Corral focuses on **single-threaded** applications because this results in
a simpler design, less overhead, and easier reasoning about
concurrency hazards. (In a single-threaded environment with
cooperative multitasking, you know that you have exclusive access to
all state in between `co_await` points.) Multiple threads can each
run their own "corral universe", as long as tasks that belong to
different threads do not interact with each other.
## Motivating example
The code snippet below establishes a TCP connection to one of two
remote servers, whichever responds first, and returns the socket.
```cpp
using tcp = boost::asio::tcp;
boost::asio::io_service io_service;
corral::Task myConnect(tcp::endpoint main, tcp::endpoint backup) {
tcp::socket mainSock(io_service), backupSock(io_service);
auto [mainErr, backupErr, timeout] = co_await corral::anyOf(
// Main connection attempt
mainSock.async_connect(main, corral::asio_nothrow_awaitable),
// Backup connection, with staggered startup
[&]() -> corral::Task {
co_await corral::sleepFor(io_service, 100ms);
co_return co_await backupSock.async_connect(
backup, corral::asio_nothrow_awaitable);
},
// Timeout on the whole thing
corral::sleepFor(io_service, 3s));
if (mainErr && !*mainErr) {
co_return mainSock;
} else if (backupErr && !*backupErr) {
co_return backupSock;
} else {
throw std::runtime_error("both connections failed");
}
}
```
## Prerequisites and installation
Corral is a header-only library, so you can just copy the `corral`
subdirectory into your project and start using it. It does not depend
on any external libraries on its own. If you want to build the tests,
you will need Catch2, and the examples require various other I/O libraries.
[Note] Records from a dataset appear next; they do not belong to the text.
import { existsSync } from 'node:fs';
import { join, resolve } from 'node:path';
import express, { type Express } from 'express';
import type { Sequelize } from 'sequelize';
import cookieParser from 'cookie-parser';
import helmet from 'helmet';
import type { Config } from './config';
import { authenticate } from './middleware/auth';
import { apiNotFound, errorHandler } from './middleware/error-handler';
import { authRouter } from './routes/auth';
import { usersRouter } from './routes/users';
import { sightlinesRouter } from './routes/sightlines';
import { FieldNoteService } from './services/field-note-service';
import { SightlineService } from './services/sightline-service';
import { TideService } from './services/tide-service';
import { DarkWindowCache } from './services/dark-window-cache';
import { LineupService } from './services/lineup-service';
import { lineupsRouter } from './routes/lineups';
import { EnginePool } from './workers/engine-pool';
import { AuthService } from './services/auth-service';
import { TokenService } from './services/token-service';
import { UserService } from './services/user-service';
import { PhotoService } from './services/photo-service';
import { createPhotoStorage, type PhotoStorage } from './storage';
import { ForecastClient } from './forecast/client';
import { ForecastService } from './forecast/forecast-service';
import { outlookRouter, sightlineOutlookRouter } from './routes/outlook';
import { CrewService } from './services/crew-service';
import { InviteService } from './services/invite-service';
import { OutingService } from './services/outing-service';
import { crewRouter, invitesRouter } from './routes/crew';
import { outingsRouter, sightlineOutingsRouter } from './routes/outings';
import { GearService } from './services/gear-service';
import { ShotCardService } from './services/shot-card-service';
import { gearRouter } from './routes/gear';
import { shotPlanRouter } from './routes/shot-plan';
import { photosRouter, sightlinePhotosRouter } from './routes/photos';
import { createSmtpMailer, createUnconfiguredMailer } from './mail/mailer';
import { defaultSchedulerOptions, systemClock, WatchScheduler, type Clock, type WatchSchedulerOptions } from './jobs/watch-scheduler';
import { WatchService } from './services/watch-service';
import { WatchLineups } from './services/watch-lineups';
import { WatchDeliveryService } from './services/watch-delivery-service';
import { UnsubscribeTokens } from './services/unsubscribe-tokens';
import { UnsubscribeService } from './services/unsubscribe-service';
import { CalendarFeedService } from './services/calendar-feed-service';
import { OutboxService } from './services/outbox-service';
import { unsubscribeRouter, watchesRouter } from './routes/watches';
import { outboxRouter } from './routes/outbox';
import { calendarRouter } from './routes/calendar';

export interface AppOptions {
  config: Config;
  /** The database the services write to (transactions need the instance). */
  sequelize: Sequelize;
  /** The JWT signing key (from env, or kept under the data folder by the embedded start). */
  jwtSecret: string;
  /** Folder of the built client to serve; omitted in API tests. */
  clientDir?: string;
  /** The clock of watches and the calendar feed (tests pass a fake one). */
  clock?: Clock;
  /** Watch scheduler settings beyond the config (tests shorten the retry delays). */
  watchScheduler?: Partial<Omit<WatchSchedulerOptions, 'clock'>>;
  /** Photo storage to use instead of the configured one (tests). */
  photoStorage?: PhotoStorage;
}

/** A claim on a delivery older than this is taken as abandoned by a sender that died. */
const DELIVERY_CLAIM_LEASE_MS = 10 * 60_000;

/** The app's watch scheduler (built by createApp, started by startServer when watches are on). */
export function watchSchedulerOf(app: Express): WatchScheduler {
  return app.locals.watchScheduler as WatchScheduler;
}

/** Builds the Express app (no listen): API under /api, the built client for everything else. */
export function createApp({ config, sequelize, jwtSecret, clientDir, clock = systemClock, watchScheduler, photoStorage }: AppOptions): Express {
  const tokens = new TokenService(jwtSecret, config.jwtTtlHours);
  const auth = new AuthService(config.bcryptRounds);
  const users = new UserService();
  const sightlines = new SightlineService();
  const notes = new FieldNoteService(sightlines);
  const tides = new TideService(sequelize, sightlines);
  const pool = new EnginePool();
  const lineups = new LineupService(new DarkWindowCache(pool), sightlines, tides, pool);
  // A local folder by default, or S3-compatible object storage (PHOTO_STORAGE=s3).
  const photos = new PhotoService(sequelize, sightlines, photoStorage ?? createPhotoStorage(config.photoStorage), {
    maxPixels: config.photoMaxPixels,
    perSightline: config.photosPerSightline,
  });

  // Sky outlook: the forecast service (the local fake under `npm start`), cached in PostgreSQL; on
  // the watches' clock, so the outlook in a watch e-mail is the one for the scheduler's "now".
  const forecast = new ForecastService({
    source: config.forecastBaseUrl ? new ForecastClient({ baseUrl: config.forecastBaseUrl, timeoutMs: config.forecastTimeoutMs, now: clock }) : null,
    sightlines,
    now: clock,
  });

  // Watches: e-mails through SMTP_URL (the local fake under `npm start`), a pg-boss scheduler.
  const mailer = config.smtpUrl ? createSmtpMailer(config.smtpUrl) : createUnconfiguredMailer();
  const watches = new WatchService(sightlines);
  const watchLineups = new WatchLineups(lineups);
  const unsubscribeTokens = new UnsubscribeTokens(jwtSecret);
  const schedulerOptions = { ...defaultSchedulerOptions, scanIntervalSeconds: config.watchScanIntervalSeconds, ...watchScheduler, clock };
  const deliveries = new WatchDeliveryService(sequelize, watchLineups, mailer, unsubscribeTokens, {
    mailFrom: config.mailFrom,
    appUrl: config.appUrl,
    maxAttempts: schedulerOptions.retryLimit + 1,
    claimLeaseMs: DELIVERY_CLAIM_LEASE_MS,
    // Longer than the longest back-off wait, so a row waiting for its retry is not taken as lost.
    orphanAfterMs: Math.max(30 * 60_000, 2 * schedulerOptions.retryDelaySeconds * 2 ** schedulerOptions.retryLimit * 1000),
  }, forecast);
  const scheduler = new WatchScheduler(sequelize, deliveries, schedulerOptions);
  const unsubscribe = new UnsubscribeService(sequelize, unsubscribeTokens);
  const feeds = new CalendarFeedService(sequelize, watchLineups, config.appUrl, clock);
  const outbox = new OutboxService();
  const gear = new GearService(sequelize);
  const shotCards = new ShotCardService(sightlines, tides, gear, clock);

  // Crews: members and roles, e-mail invites through the same mailer, outings.
  const crew = new CrewService(sequelize, sightlines, clock);
  const invites = new InviteService(sequelize, sightlines, mailer, { appUrl: config.appUrl, mailFrom: config.mailFrom, jwtSecret, clock });
  const outings = new OutingService(sightlines);

  const app = express();
  app.disable('x-powered-by');
  app.use(helmet({
    contentSecurityPolicy: {
      directives: {
        // Map tiles come from the configured tile server; everything else from this origin.
        'img-src': ["'self'", 'data:', 'blob:', 'https:'],
        'upgrade-insecure-requests': null,
      },
    },
  }));

  const api = express.Router();
  api.use(express.json({ limit: '256kb' }));
  api.use(cookieParser());
  api.use(authenticate(tokens, users));
  api.get('/health', (_req, res) => { res.json({ ok: true }); });
  api.use('/auth', authRouter({ config, auth, tokens }));
  api.use('/users', usersRouter({ users }));
  api.use('/sightlines/:id/photos', sightlinePhotosRouter({ photos, maxBytes: config.photoMaxBytes }));
  api.use('/photos', photosRouter({ photos }));
  api.use('/sightlines/:id/outlook', sightlineOutlookRouter({ forecast }));
  api.use('/sightlines/:id/crew', crewRouter({ crew, invites }));
  api.use('/sightlines/:id/outings', sightlineOutingsRouter({ outings }));
  api.use('/gear', gearRouter({ gear }));
  // Only POST shot-plan and shot-card; every other /sightlines/:id path falls through.
  api.use('/sightlines/:id', shotPlanRouter({ shotCards }));
  api.use('/sightlines', sightlinesRouter({ sightlines, notes, tides, lineups, photos }));
  api.use('/lineups', lineupsRouter({ lineups }));
  api.use('/outlook', outlookRouter({ forecast }));
  api.use('/invites', invitesRouter({ invites }));
  api.use('/outings', outingsRouter({ outings }));
  // The pause link works without signing in: mounted before the signed-in watch routes.
  api.use('/watches/unsubscribe', unsubscribeRouter({ unsubscribe }));
  api.use('/watches', watchesRouter({ watches }));
  api.use('/calendar', calendarRouter({ feeds }));
  api.use('/outbox', outboxRouter({ outbox }));
  api.use(apiNotFound);
  app.use('/api', api);

  if (clientDir && existsSync(join(clientDir, 'index.html'))) {
    const root = resolve(clientDir);
    app.use(express.static(root, { index: false, maxAge: '1h' }));
    // The client's router owns every other path.
    app.get('/{*path}', (_req, res) => { res.sendFile(join(root, 'index.html')); });
  }

  app.use(errorHandler);
  app.locals.watchScheduler = scheduler;
  app.locals.shutdown = async () => {
    await scheduler.stop();
    mailer.close();
    await pool.close();
  };
  return app;
}
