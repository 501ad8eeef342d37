import { existsSync } from 'node:fs';
import { join, resolve } from 'node:path';
import express, { type Express } from 'express';
import type { Sequelize } from 'sequelize';
import cookieParser from 'cookie-parser';
import helmet from 'helmet';
import type { Config } from './config';
import { authenticate } from './middleware/auth';
import { apiNotFound, errorHandler } from './middleware/error-handler';
import { authRouter } from './routes/auth';
import { usersRouter } from './routes/users';
import { sightlinesRouter } from './routes/sightlines';
import { FieldNoteService } from './services/field-note-service';
import { SightlineService } from './services/sightline-service';
import { TideService } from './services/tide-service';
import { DarkWindowCache } from './services/dark-window-cache';
import { LineupService } from './services/lineup-service';
import { lineupsRouter } from './routes/lineups';
import { EnginePool } from './workers/engine-pool';
import { AuthService } from './services/auth-service';
import { TokenService } from './services/token-service';
import { UserService } from './services/user-service';
import { PhotoService } from './services/photo-service';
import { LocalPhotoStorage } from './storage/local-storage';
import { photosRouter, sightlinePhotosRouter } from './routes/photos';

export interface AppOptions {
  config: Config;
  /** The database the services write to (transactions need the instance). */
  sequelize: Sequelize;
  /** The JWT signing key (from env, or kept under the data folder by the embedded start). */
  jwtSecret: string;
  /** Folder of the built client to serve; omitted in API tests. */
  clientDir?: string;
}

/** Builds the Express app (no listen): API under /api, the built client for everything else. */
export function createApp({ config, sequelize, jwtSecret, clientDir }: AppOptions): Express {
  const tokens = new TokenService(jwtSecret, config.jwtTtlHours);
  const auth = new AuthService(config.bcryptRounds);
  const users = new UserService();
  const sightlines = new SightlineService();
  const notes = new FieldNoteService(sightlines);
  const tides = new TideService(sequelize, sightlines);
  const pool = new EnginePool();
  const lineups = new LineupService(new DarkWindowCache(pool), sightlines, tides, pool);
  // The local folder driver; an S3-compatible driver implements the same PhotoStorage interface.
  const photos = new PhotoService(sequelize, sightlines, new LocalPhotoStorage(config.photoDir), {
    maxPixels: config.photoMaxPixels,
    perSightline: config.photosPerSightline,
  });

  const app = express();
  app.disable('x-powered-by');
  app.use(helmet({
    contentSecurityPolicy: {
      directives: {
        // Map tiles come from the configured tile server; everything else from this origin.
        'img-src': ["'self'", 'data:', 'blob:', 'https:'],
        'upgrade-insecure-requests': null,
      },
    },
  }));

  const api = express.Router();
  api.use(express.json({ limit: '256kb' }));
  api.use(cookieParser());
  api.use(authenticate(tokens, users));
  api.get('/health', (_req, res) => { res.json({ ok: true }); });
  api.use('/auth', authRouter({ config, auth, tokens }));
  api.use('/users', usersRouter({ users }));
  api.use('/sightlines/:id/photos', sightlinePhotosRouter({ photos, maxBytes: config.photoMaxBytes }));
  api.use('/photos', photosRouter({ photos }));
  api.use('/sightlines', sightlinesRouter({ sightlines, notes, tides, lineups, photos }));
  api.use('/lineups', lineupsRouter({ lineups }));
  api.use(apiNotFound);
  app.use('/api', api);

  if (clientDir && existsSync(join(clientDir, 'index.html'))) {
    const root = resolve(clientDir);
    app.use(express.static(root, { index: false, maxAge: '1h' }));
    // The client's router owns every other path.
    app.get('/{*path}', (_req, res) => { res.sendFile(join(root, 'index.html')); });
  }

  app.use(errorHandler);
  app.locals.shutdown = () => pool.close();
  return app;
}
Obviously a recent C++ compiler is required. The library has been tested on gcc-11
and clang-15+, and was known to occasionally ICE gcc-10.2 back in the day.
To allow people to explore more easily and quickly get something running,
corral ships with support for Asio out of the box: pass
`corral::asio_awaitable` (or `corral::asio_nothrow_awaitable`) to any Asio async
operation to make it return a corral-compatible awaitable (you need
to #include `corral/asio.h` or `corral/asio-standalone.h`, depending on whether
you use boost or standalone version of Asio). Other I/O frameworks
or event loops can also be adapted to corral relatively straightforwardly.
`examples/qt_echo_server.cc` shows bridging of corral and Qt.